• [DATA SHOWN]
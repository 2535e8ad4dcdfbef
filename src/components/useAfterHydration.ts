import { useEffect, useState } from 'react';
import { useStore } from '@nanostores/react';
import type { ReadableAtom } from 'nanostores';

/**
 * A store's value once the island has hydrated, and `serverValue` before that. The cart lives in
 * localStorage, which the server cannot see; reading it during hydration would make the first client
 * render differ from the server's HTML (React error #418).
 */
export function useStoreAfterHydration<T>(store: ReadableAtom<T>, serverValue: T): T {
  const value = useStore(store);
  const [hydrated, setHydrated] = useState(false);
  useEffect(() => setHydrated(true), []);
  return hydrated ? value : serverValue;
}

/** False in the server's HTML and until the island has hydrated; a control disabled until then never swallows a click. */
export function useHydrated(): boolean {
  const [hydrated, setHydrated] = useState(false);
  useEffect(() => setHydrated(true), []);
  return hydrated;
}
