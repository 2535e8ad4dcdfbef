import { useEffect, useState } from 'react';
import { useStore } from '@nanostores/react';
import { QueryClient, QueryClientProvider, useQuery, keepPreviousData } from '@tanstack/react-query';
import { cart, removeLine, setQuantity } from '~/stores/cart';
import { formatMoney } from '~/lib/money';
import { lineKey, MAX_PRINT_QUANTITY, type CartLineInput, type CartQuote } from '~/lib/cart';

async function fetchQuote(lines: CartLineInput[]): Promise<CartQuote> {
  const response = await fetch('/api/cart/quote', {
    method: 'POST',
    headers: { 'Content-Type': 'application/json' },
    body: JSON.stringify({ lines }),
  });
  const body = await response.json().catch(() => null);
  if (!response.ok) throw new Error(body?.error?.message ?? `The shop could not price the cart (${response.status}).`);
  return body as CartQuote;
}

/** The cart page: the browser keeps the choices, the server prices every line. */
export default function CartView() {
  const [client] = useState(() => new QueryClient({ defaultOptions: { queries: { retry: 1, refetchOnWindowFocus: false } } }));
  return (
    <QueryClientProvider client={client}>
      <CartLines />
    </QueryClientProvider>
  );
}

/** Back from the payment page without paying: close that payment so its held prints are released. */
function useCancelledPayment(): string | null {
  const [note, setNote] = useState<string | null>(null);
  useEffect(() => {
    const number = new URLSearchParams(window.location.search).get('cancelled');
    if (!number || !/^SM-\d{6}-[A-Z0-9]{6}$/.test(number)) return;
    void fetch(`/api/account/orders/${number}/cancel`, { method: 'POST', headers: { 'Content-Type': 'application/json' }, body: '{}' });
    setNote('Payment cancelled: nothing was charged, and your cart is as you left it.');
    window.history.replaceState(null, '', '/cart');
  }, []);
  return note;
}

function CartLines() {
  const cancelled = useCancelledPayment();
  const lines = useStore(cart);
  const quote = useQuery({
    queryKey: ['cart-quote', lines],
    queryFn: () => fetchQuote(lines),
    enabled: lines.length > 0,
    placeholderData: keepPreviousData,
  });

  if (lines.length === 0) {
    return (
      <div className="py-12 text-center" data-testid="cart-empty">
        <p className="font-display text-2xl">Your cart is empty</p>
        <p className="mt-2 text-ink-soft">Licences and prints you choose on a work’s page wait here.</p>
        <a href="/" className="btn-quiet mt-6 no-underline">Back to the Gallery</a>
      </div>
    );
  }
  if (quote.isError) {
    return (
      <div role="alert" className="rounded-sm border border-ember p-4">
        <p>{quote.error.message}</p>
        <button type="button" className="btn-quiet mt-3" onClick={() => quote.refetch()}>Try again</button>
      </div>
    );
  }
  if (!quote.data) return <p className="text-ink-soft" aria-busy="true">Pricing your cart…</p>;

  const { data } = quote;
  const money = (amount: number) => formatMoney(amount, data.currency);
  return (
    <div className={quote.isFetching ? 'opacity-70 transition-opacity' : ''} aria-busy={quote.isFetching}>
      {cancelled && <p role="status" className="mb-4 rounded-sm border border-rule bg-paper-raised p-3 text-sm" data-testid="payment-cancelled">{cancelled}</p>}
      <ul className="divide-y divide-rule border-y border-rule" role="list">
        {data.lines.map((line) => {
          const input = lines.find((l) => lineKey(l) === line.key);
          return (
            <li key={line.key} className="flex gap-4 py-5" data-testid="cart-line">
              {line.ok ? (
                <>
                  <a href={`/works/${line.workSlug}`} className="shrink-0">
                    <img src={line.thumb.src} alt={line.thumb.alt} width={line.thumb.width} height={line.thumb.height} className="h-20 w-auto max-w-[7.5rem] bg-mat object-contain" loading="lazy" />
                  </a>
                  <div className="min-w-0 flex-1">
                    <a href={`/works/${line.workSlug}`} className="font-display text-lg no-underline hover:text-ember">{line.workTitle}</a>
                    <p className="text-sm">{line.description}</p>
                    <p className="text-xs text-ink-soft">{line.detail}</p>
                    <div className="mt-2 flex items-center gap-4 text-sm">
                      {line.kind === 'print' && input?.kind === 'print' && (
                        <label className="flex items-center gap-2">
                          <span className="text-ink-soft">Quantity</span>
                          <select className="field w-auto py-1" value={input.quantity} onChange={(e) => setQuantity(line.key, Number(e.target.value))}>
                            {Array.from({ length: MAX_PRINT_QUANTITY }, (_, i) => i + 1).map((n) => <option key={n} value={n}>{n}</option>)}
                          </select>
                        </label>
                      )}
                      {input?.kind === 'quote' && <a href={`/account/quotes/${input.quoteId}`} className="text-ink-soft underline hover:text-ember">The quote</a>}
                      <button type="button" className="text-ink-soft underline hover:text-ember" onClick={() => removeLine(line.key)}>Remove</button>
                    </div>
                  </div>
                  <div className="text-right">
                    <p className="price" data-testid="line-subtotal">{money(line.subtotal)}</p>
                    {line.quantity > 1 && <p className="text-xs text-ink-soft">{line.quantity} × {money(line.unitPrice)}</p>}
                  </div>
                </>
              ) : (
                <div className="flex flex-1 items-center justify-between gap-4" role="alert">
                  <p className="text-sm"><span className="font-medium">Cannot be bought:</span> {line.error}</p>
                  <button type="button" className="btn-quiet" onClick={() => removeLine(line.key)}>Remove</button>
                </div>
              )}
            </li>
          );
        })}
      </ul>
      <dl className="ml-auto mt-6 grid max-w-sm grid-cols-[1fr_auto] gap-y-2 text-sm">
        <dt className="text-ink-soft">Items</dt>
        <dd className="text-right tabular-nums">{data.itemCount}</dd>
        <dt className="text-ink-soft">Subtotal</dt>
        <dd className="text-right tabular-nums">{money(data.subtotal)}</dd>
        <dt className="font-display text-xl">Total</dt>
        <dd className="price text-right" data-testid="cart-total">{money(data.total)}</dd>
      </dl>
      <p className="mt-2 text-right text-xs text-ink-soft">Prices checked by the shop just now and include VAT. Shipping is added at checkout.</p>
      <div className="mt-6 text-right">
        {data.lines.every((l) => l.ok) ? (
          <a href="/checkout" className="btn-primary no-underline" data-testid="to-checkout">Checkout</a>
        ) : (
          <p className="text-sm text-ember">Remove the lines that cannot be bought to continue.</p>
        )}
      </div>
    </div>
  );
}
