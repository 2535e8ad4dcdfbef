import { useCallback, useEffect, useRef, useState, type DragEvent } from 'react';
import { ACCEPT_ATTRIBUTE, ACCEPTED_TYPES_TEXT, formatBytes } from '~/lib/uploads';

type Props = {
  /** The server's limit, so an oversized file is refused here without sending it. */
  maxBytes?: number;
};

type Phase = 'waiting' | 'sending' | 'processing' | 'done' | 'duplicate' | 'failed';

interface Item {
  id: number;
  file: File;
  phase: Phase;
  sent: number;
  work?: { id: number; title: string };
  existing?: { id: number; title: string };
  message?: string;
}

/** A thin ember bar on a rule-coloured track, the same in every engine. */
const BAR =
  'block h-1.5 w-full appearance-none overflow-hidden rounded-full bg-rule [&::-webkit-progress-bar]:bg-rule [&::-webkit-progress-value]:bg-ember [&::-moz-progress-bar]:bg-ember';

/** Two files travel at once: enough to keep the line busy while the server makes the previous one's previews. */
const AT_ONCE = 2;

/** Sends one file as the raw request body; XMLHttpRequest because fetch reports no upload progress. */
function send(file: File, handlers: {
  onProgress: (sent: number) => void;
  onSent: () => void;
  onAnswer: (status: number, body: any) => void;
  onFailure: (message: string) => void;
}): XMLHttpRequest {
  const xhr = new XMLHttpRequest();
  xhr.open('POST', '/api/studio/uploads');
  xhr.setRequestHeader('Content-Type', 'application/octet-stream');
  xhr.setRequestHeader('X-File-Name', encodeURIComponent(file.name));
  xhr.responseType = 'json';
  xhr.upload.onprogress = (e) => handlers.onProgress(e.loaded);
  xhr.upload.onload = () => handlers.onSent();
  xhr.onload = () => handlers.onAnswer(xhr.status, xhr.response);
  xhr.onerror = () => handlers.onFailure('The connection was lost before the shop answered. Try this file again.');
  xhr.ontimeout = xhr.onerror;
  xhr.send(file);
  return xhr;
}

/** Studio upload: drop or choose originals; each gets its own row, sent two at a time. */
export default function UploadDropzone({ maxBytes }: Props) {
  const [items, setItems] = useState<Item[]>([]);
  const [over, setOver] = useState(false);
  const input = useRef<HTMLInputElement>(null);
  const nextId = useRef(1);
  const requests = useRef(new Map<number, XMLHttpRequest>());

  const update = useCallback((id: number, change: Partial<Item>) => {
    setItems((all) => all.map((item) => (item.id === id ? { ...item, ...change } : item)));
  }, []);

  const add = (files: FileList | File[] | null) => {
    if (!files) return;
    const added: Item[] = Array.from(files).map((file) => {
      const item: Item = { id: nextId.current++, file, phase: 'waiting', sent: 0 };
      if (file.size === 0) return { ...item, phase: 'failed', message: 'This file is empty.' };
      if (maxBytes && file.size > maxBytes) {
        return { ...item, phase: 'failed', message: `This file is larger than the ${formatBytes(maxBytes)} an upload may be.` };
      }
      return item;
    });
    setItems((all) => [...all, ...added]);
  };

  // Start waiting files while fewer than AT_ONCE are on their way; a failure only ends its own row.
  useEffect(() => {
    const busy = items.filter((i) => i.phase === 'sending' || i.phase === 'processing').length;
    const ready = items.filter((i) => i.phase === 'waiting' && !requests.current.has(i.id)).slice(0, Math.max(0, AT_ONCE - busy));
    for (const item of ready) {
      const finish = (change: Partial<Item>) => {
        requests.current.delete(item.id);
        update(item.id, change);
      };
      requests.current.set(item.id, send(item.file, {
        onProgress: (sent) => update(item.id, { sent }),
        onSent: () => update(item.id, { sent: item.file.size, phase: 'processing' }),
        onAnswer: (status, body) => {
          if (status === 201 && body?.work) finish({ phase: 'done', work: body.work });
          else if (status === 409 && body?.error?.existing) finish({ phase: 'duplicate', existing: body.error.existing });
          else finish({ phase: 'failed', message: body?.error?.message ?? `The shop could not take this file (${status}).` });
        },
        onFailure: (message) => finish({ phase: 'failed', message }),
      }));
      update(item.id, { phase: 'sending' });
    }
  }, [items, update]);

  useEffect(() => {
    const open = requests.current;
    return () => {
      for (const xhr of open.values()) xhr.abort();
    };
  }, []);

  const onDrop = (e: DragEvent<HTMLDivElement>) => {
    e.preventDefault();
    setOver(false);
    add(e.dataTransfer.files);
  };

  const isFinished = (i: Item) => i.phase === 'done' || i.phase === 'duplicate' || i.phase === 'failed';
  const finished = items.filter(isFinished);
  const active = items.length - finished.length;

  return (
    <div>
      <div
        onDragEnter={(e) => { e.preventDefault(); setOver(true); }}
        onDragOver={(e) => { e.preventDefault(); e.dataTransfer.dropEffect = 'copy'; }}
        onDragLeave={(e) => { if (!e.currentTarget.contains(e.relatedTarget as Node | null)) setOver(false); }}
        onDrop={onDrop}
        className={`flex flex-col items-center justify-center gap-3 rounded-sm border-2 border-dashed px-6 py-14 text-center transition-colors ${over ? 'border-ember bg-ember/5' : 'border-rule bg-paper-raised'}`}
        data-testid="upload-dropzone"
      >
        <p className="font-display text-2xl">Drop originals here</p>
        <p className="text-sm text-ink-soft">
          {ACCEPTED_TYPES_TEXT}{maxBytes ? `, up to ${formatBytes(maxBytes)} each` : ''}. Each becomes a draft work.
        </p>
        <button type="button" className="btn-primary mt-2" onClick={() => input.current?.click()}>Choose files…</button>
        <input
          ref={input}
          type="file"
          multiple
          accept={ACCEPT_ATTRIBUTE}
          className="sr-only"
          tabIndex={-1}
          aria-hidden="true"
          onChange={(e) => {
            add(e.currentTarget.files);
            e.currentTarget.value = ''; // the same file can be chosen again after a failure
          }}
          data-testid="upload-input"
        />
      </div>

      <p className="sr-only" aria-live="polite">
        {items.length > 0 ? `${finished.length} of ${items.length} files finished${active ? `, ${active} still going` : ''}.` : ''}
      </p>

      {items.length > 0 && (
        <>
          <div className="mt-8 flex items-baseline justify-between gap-4">
            <h2 className="font-display text-xl">This session’s uploads</h2>
            {finished.length > 0 && (
              <button type="button" className="btn-quiet" onClick={() => setItems((all) => all.filter((i) => !isFinished(i)))}>
                Clear finished
              </button>
            )}
          </div>
          <ul className="mt-3 divide-y divide-rule border-y border-rule" role="list" data-testid="upload-list">
            {items.map((item) => <UploadRow key={item.id} item={item} />)}
          </ul>
        </>
      )}
    </div>
  );
}

function UploadRow({ item }: { item: Item }) {
  const { file, phase } = item;
  const percent = file.size ? Math.round((item.sent / file.size) * 100) : 0;
  return (
    <li className="grid gap-2 py-4 sm:grid-cols-[minmax(0,1fr)_14rem] sm:items-center sm:gap-6" data-testid="upload-row" data-phase={phase}>
      <div className="min-w-0">
        <p className="truncate text-sm font-medium" title={file.name}>{file.name}</p>
        <p className="text-xs text-ink-soft">{formatBytes(file.size)}</p>
      </div>
      <div className="text-sm">
        {phase === 'waiting' && <p className="text-xs text-ink-soft">Waiting to send…</p>}
        {phase === 'sending' && (
          <>
            <progress
              className={BAR}
              max={file.size}
              value={item.sent}
              aria-label={`Sending ${file.name}`}
              aria-valuetext={`${percent} % sent`}
            />
            <p className="mt-1 text-xs text-ink-soft" aria-hidden="true">Sending · {percent} %</p>
          </>
        )}
        {phase === 'processing' && (
          <>
            <progress className={`${BAR} animate-pulse`} aria-label={`Processing ${file.name}`} />
            <p className="mt-1 text-xs text-ink-soft" role="status">Processing…</p>
          </>
        )}
        {phase === 'done' && item.work && (
          <p role="status">
            <span className="text-ink-soft">Draft created · </span>
            <a href={`/studio/works/${item.work.id}`} className="text-ember hover:text-ember-deep">Open “{item.work.title}”</a>
          </p>
        )}
        {phase === 'duplicate' && item.existing && (
          <p role="status">
            <span className="text-ink-soft">Already in the shop · </span>
            <a href={`/studio/works/${item.existing.id}`} className="text-ember hover:text-ember-deep">“{item.existing.title}”</a>
          </p>
        )}
        {phase === 'failed' && <p role="alert" className="text-ember-deep">{item.message}</p>}
      </div>
    </li>
  );
}
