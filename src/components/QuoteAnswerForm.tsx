import { useMemo, useState } from 'react';
import { Controller, useForm } from 'react-hook-form';
import { zodResolver } from '@hookform/resolvers/zod';
import { formatMoney } from '~/lib/money';
import {
  answerInput, declineInput, DEFAULT_VALIDITY_DAYS, EXCLUSIVITIES, EXCLUSIVITY_LABEL, majorToMinor, QUOTE_USES, USE_LABEL, VALIDITY_DAYS,
  type AnswerData, type AnswerInput, type DeclineInput, type EnquiryRequest,
} from '~/lib/quote-schemas';
import { CountInput, Field, Notice, postJson, showServerErrors, TermInput } from './QuoteFormParts';

type Props = {
  quoteId: string;
  /** The shop's currency: the price is typed in it and kept in its minor unit. */
  currency: string;
  /** What the buyer asked for, as the starting point of the answer. */
  request: EnquiryRequest;
  /** False when the work has no property release: only editorial terms can be offered. */
  commercialAllowed: boolean;
};

const ANSWER_FIELDS = ['use', 'media', 'cap', 'capUnit', 'territory', 'termMonths', 'exclusivity', 'terms', 'price', 'validityDays', 'reply'];

function currencySymbol(currency: string): string {
  return new Intl.NumberFormat('en-GB', { style: 'currency', currency }).formatToParts(0).find((p) => p.type === 'currency')?.value ?? currency;
}

/** The Studio's answer to an enquiry: terms and a price (or a refusal with a reason). */
export default function QuoteAnswerForm({ quoteId, currency, request, commercialAllowed }: Props) {
  const schema = useMemo(() => answerInput(currency), [currency]);
  const { register, handleSubmit, control, formState, setError, watch } = useForm<AnswerInput, unknown, AnswerData>({
    resolver: zodResolver(schema) as never,
    defaultValues: {
      use: request.use === 'commercial' && !commercialAllowed ? 'editorial' : request.use,
      media: request.media, cap: request.printRun, capUnit: request.printRun == null ? null : 'copies', territory: request.territory,
      termMonths: request.termMonths, exclusivity: request.exclusivity, terms: '', price: '', validityDays: DEFAULT_VALIDITY_DAYS, reply: '',
    },
  });
  const [message, setMessage] = useState<string | null>(null);
  const errors = formState.errors;
  const typed = watch('price') ?? '';
  const preview = typed.trim() ? majorToMinor(typed, currency) : null;

  async function submit(values: AnswerData) {
    setMessage(null);
    // The price goes as typed: the server converts it again in the shop's currency.
    const { priceMinor: _, ...body } = values;
    const result = await postJson(`/api/studio/quotes/${encodeURIComponent(quoteId)}/answer`, body);
    if (!result.ok) {
      setMessage(showServerErrors(result.error, setError, ANSWER_FIELDS));
      return;
    }
    window.location.reload();
  }

  return (
    <div className="space-y-10">
      <form onSubmit={handleSubmit(submit)} noValidate className="space-y-5" aria-label="Answer with terms and a price" data-testid="answer-form">
        <fieldset>
          <legend className="mb-1 block text-sm font-medium">Use</legend>
          <div className="flex flex-wrap gap-x-6 gap-y-1 text-sm">
            {QUOTE_USES.map((u) => (
              <label key={u} className={`flex items-center gap-2 ${u === 'commercial' && !commercialAllowed ? 'text-ink-soft' : ''}`}>
                <input type="radio" value={u} {...register('use')} disabled={u === 'commercial' && !commercialAllowed} className="accent-[rgb(var(--ember))]" /> {USE_LABEL[u]}
              </label>
            ))}
          </div>
          {!commercialAllowed && <p className="mt-1 text-xs text-ink-soft">The work has no property release: only editorial terms can be offered.</p>}
          {errors.use && <p className="mt-1 text-xs text-ember">{errors.use.message}</p>}
        </fieldset>

        <Field label="Media" error={errors.media?.message}>
          {(ids) => <input {...ids} {...register('media')} className="field" autoComplete="off" />}
        </Field>

        <div className="grid gap-5 sm:grid-cols-[1fr_1fr]">
          <Field label="Cap" optional error={errors.cap?.message} hint="Leave empty for no cap.">
            {(ids) => <Controller control={control} name="cap" render={({ field }) => <CountInput {...ids} value={field.value} onChange={field.onChange} onBlur={field.onBlur} />} />}
          </Field>
          <Field label="Counted in" error={errors.capUnit?.message} hint="copies, page views, impressions…">
            {(ids) => <input {...ids} {...register('capUnit', { setValueAs: (v: string | null) => (v == null || v.trim() === '' ? null : v) })} className="field" autoComplete="off" />}
          </Field>
        </div>

        <div className="grid gap-5 sm:grid-cols-2">
          <Field label="Territory" error={errors.territory?.message}>
            {(ids) => <input {...ids} {...register('territory')} className="field" autoComplete="off" />}
          </Field>
          <Field label="Exclusivity" error={errors.exclusivity?.message}>
            {(ids) => (
              <select {...ids} {...register('exclusivity')} className="field">
                {EXCLUSIVITIES.map((e) => <option key={e} value={e}>{EXCLUSIVITY_LABEL[e]}</option>)}
              </select>
            )}
          </Field>
        </div>

        <Field label="Term, from the day of purchase" error={errors.termMonths?.message}>
          {(ids) => <Controller control={control} name="termMonths" render={({ field }) => <TermInput {...ids} value={field.value} onChange={field.onChange} onBlur={field.onBlur} />} />}
        </Field>

        <Field label="The terms in plain words" error={errors.terms?.message} hint="These words go on the licence certificate and into the file’s rights metadata.">
          {(ids) => <textarea {...ids} {...register('terms')} className="field min-h-[8rem]" />}
        </Field>

        <div className="grid gap-5 sm:grid-cols-2">
          <Field
            label={`Price in ${currency}, VAT included`}
            error={errors.price?.message}
            hint={preview?.ok ? <span data-testid="price-preview">The buyer pays {formatMoney(preview.value, currency)}.</span> : 'Type it as you would write it, e.g. 1250 or 1,250.00.'}
          >
            {(ids) => (
              <span className="flex items-center gap-2">
                <span className="text-sm text-ink-soft">{currencySymbol(currency)}</span>
                <input {...ids} {...register('price')} type="text" inputMode="decimal" autoComplete="off" className="field tabular-nums" />
              </span>
            )}
          </Field>
          <Field label="The offer stands for" error={errors.validityDays?.message} hint={`${VALIDITY_DAYS.min} to ${VALIDITY_DAYS.max} days from now.`}>
            {(ids) => (
              <span className="flex items-center gap-2">
                <input {...ids} {...register('validityDays', { valueAsNumber: true })} type="number" min={VALIDITY_DAYS.min} max={VALIDITY_DAYS.max} step={1} className="field w-24 tabular-nums" />
                <span className="text-sm text-ink-soft">days</span>
              </span>
            )}
          </Field>
        </div>

        <Field label="A note to the buyer" optional error={errors.reply?.message}>
          {(ids) => <textarea {...ids} {...register('reply')} className="field min-h-[5rem]" />}
        </Field>

        {message && <Notice tone="error">{message}</Notice>}
        <button type="submit" className="btn-primary" disabled={formState.isSubmitting} data-testid="send-answer">
          {formState.isSubmitting ? 'Sending…' : 'Send the quote'}
        </button>
      </form>

      <DeclineForm quoteId={quoteId} />
    </div>
  );
}

function DeclineForm({ quoteId }: { quoteId: string }) {
  const { register, handleSubmit, formState, setError } = useForm<DeclineInput>({ resolver: zodResolver(declineInput), defaultValues: { reason: '' } });
  const [message, setMessage] = useState<string | null>(null);

  async function submit(values: DeclineInput) {
    setMessage(null);
    const result = await postJson(`/api/studio/quotes/${encodeURIComponent(quoteId)}/decline`, values);
    if (!result.ok) {
      setMessage(showServerErrors(result.error, setError, ['reason']));
      return;
    }
    window.location.reload();
  }

  return (
    <form onSubmit={handleSubmit(submit)} noValidate className="space-y-3 border-t border-rule pt-6" aria-label="Decline the enquiry" data-testid="decline-form">
      <h3 className="text-lg">Or decline it</h3>
      <Field label="The reason, for the buyer" error={formState.errors.reason?.message}>
        {(ids) => <textarea {...ids} {...register('reason')} className="field min-h-[4rem]" />}
      </Field>
      {message && <Notice tone="error">{message}</Notice>}
      <button type="submit" className="btn-quiet" disabled={formState.isSubmitting} data-testid="decline">Decline the enquiry</button>
    </form>
  );
}
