describe('cross-site writes are refused (OWASP CSRF Prevention; ASVS 3.5.1)', () => {
  const EVIL = 'https://evil.example';
  const bodies: { type: string | null; body: string }[] = [
    { type: 'application/x-www-form-urlencoded', body: 'a=1' },
    { type: 'multipart/form-data; boundary=x', body: '--x\r\nContent-Disposition: form-data; name="a"\r\n\r\n1\r\n--x--\r\n' },
    { type: 'text/plain', body: '{"a":1}' },
    { type: 'application/json', body: '{}' },
    { type: null, body: '' },
  ];

  it('answers 403 to every write route from another site’s page, with every body type, even with an admin session', async () => {
    const routes = writeRoutes();
    expect(routes.length).toBeGreaterThan(25);
    for (const { route, method, url } of routes) {
      if (route === 'stripe/webhook.ts') continue; // authenticated by its signature, below
      for (const { type, body } of bodies) {
        const headers: Record<string, string> = { origin: EVIL };
        if (type) headers['content-type'] = type;
        const answer = await call(url, { method, cookie: cookies.admin, body, headers });
        expect(answer.status, `${method} ${url} (${type ?? 'no body type'}) from ${EVIL}: ${answer.text.slice(0, 120)}`).toBe(403);
      }
      // A browser's fetch metadata says cross-site even where no Origin is sent.
      const metadata = await call(url, { method, cookie: cookies.admin, body: '{}', headers: { 'content-type': 'application/json', 'sec-fetch-site': 'cross-site' } });
      expect(metadata.status, `${method} ${url} with Sec-Fetch-Site: cross-site`).toBe(403);
    }
  });

  it('lets the same requests through from the shop’s own pages (the refusal is about the origin)', async () => {
    for (const { route, method, url } of writeRoutes()) {
      if (route.startsWith('auth/') || route === 'stripe/webhook.ts') continue;
      const answer = await call(url, { method, cookie: cookies.admin, body: '{}', headers: { 'content-type': 'application/json', origin: baseUrl, 'sec-fetch-site': 'same-origin' } });
      expect(answer.status, `${method} ${url}`).not.toBe(403);
    }
  });

  it('refuses better-auth’s own writes from another site: sign-in, sign-up, sign-out, reset, role change', async () => {
    const attempts: [string, unknown][] = [
      ['/api/auth/sign-in/email', { email: DEMO.buyer.email, password: DEMO.buyer.password }],
      ['/api/auth/sign-up/email', { name: 'x', email: 'cross-site@example.com', password: 'a long enough pass' }],
      ['/api/auth/sign-out', {}],
      ['/api/auth/request-password-reset', { email: DEMO.buyer.email, redirectTo: '/reset-password' }],
      ['/api/auth/admin/set-role', { userId: made.ownerId, role: 'admin' }],
    ];
    for (const [url, json] of attempts) {
      const answer = await call(url, { cookie: cookies.admin, body: JSON.stringify(json), headers: { 'content-type': 'application/json', origin: EVIL } });
      expect(answer.status, `${url}: ${answer.text.slice(0, 120)}`).toBe(403);
      expect(answer.headers['set-cookie'] ?? [], url).toEqual([]);
    }
    expect((await dbAll<{ role: string }>('SELECT role FROM users WHERE id = ?', [made.ownerId]))[0]!.role).toBe('buyer');
    // the admin's session survived the cross-site sign-out
    expect((await call('/api/dispatch/orders', { cookie: cookies.admin })).status).toBe(200);
  });

  it('refuses an unsigned or wrongly signed webhook whatever its origin', async () => {
    const answer = await call('/api/stripe/webhook', { body: '{"id":"evt_x","type":"checkout.session.completed"}', headers: { 'content-type': 'application/json', 'stripe-signature': 't=1,v1=00' } });
    expect(answer.status).toBe(400);
  });
});

describe('the session cookie (ASVS 3.3.1, OWASP Session Management)', () => {
  it('is HttpOnly, SameSite=Lax, for the whole site, and not Secure on a plain-http origin (Secure on https: security-session.test.ts)', async () => {
    const session = made.signInCookies.find((c) => /session_token=/.test(c))!;
    expect(session).toMatch(/^stillmark\.session_token=/);
    expect(session).toMatch(/;\s*HttpOnly/i);
    expect(session).toMatch(/;\s*SameSite=Lax/i);
    expect(session).toMatch(/;\s*Path=\//i);
    expect(session).not.toMatch(/;\s*Secure/i);
  });
});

• [HOW TO COMPLETE THIS TASK] Filter this listing and copy only the lines holding the word "Props".

• [ANSWER TO THIS TASK]
type Props = {
export default function UploadDropzone({ maxBytes }: Props) {
type Props = {
export default function QuoteAnswerForm({ quoteId, currency, request, commercialAllowed }: Props) {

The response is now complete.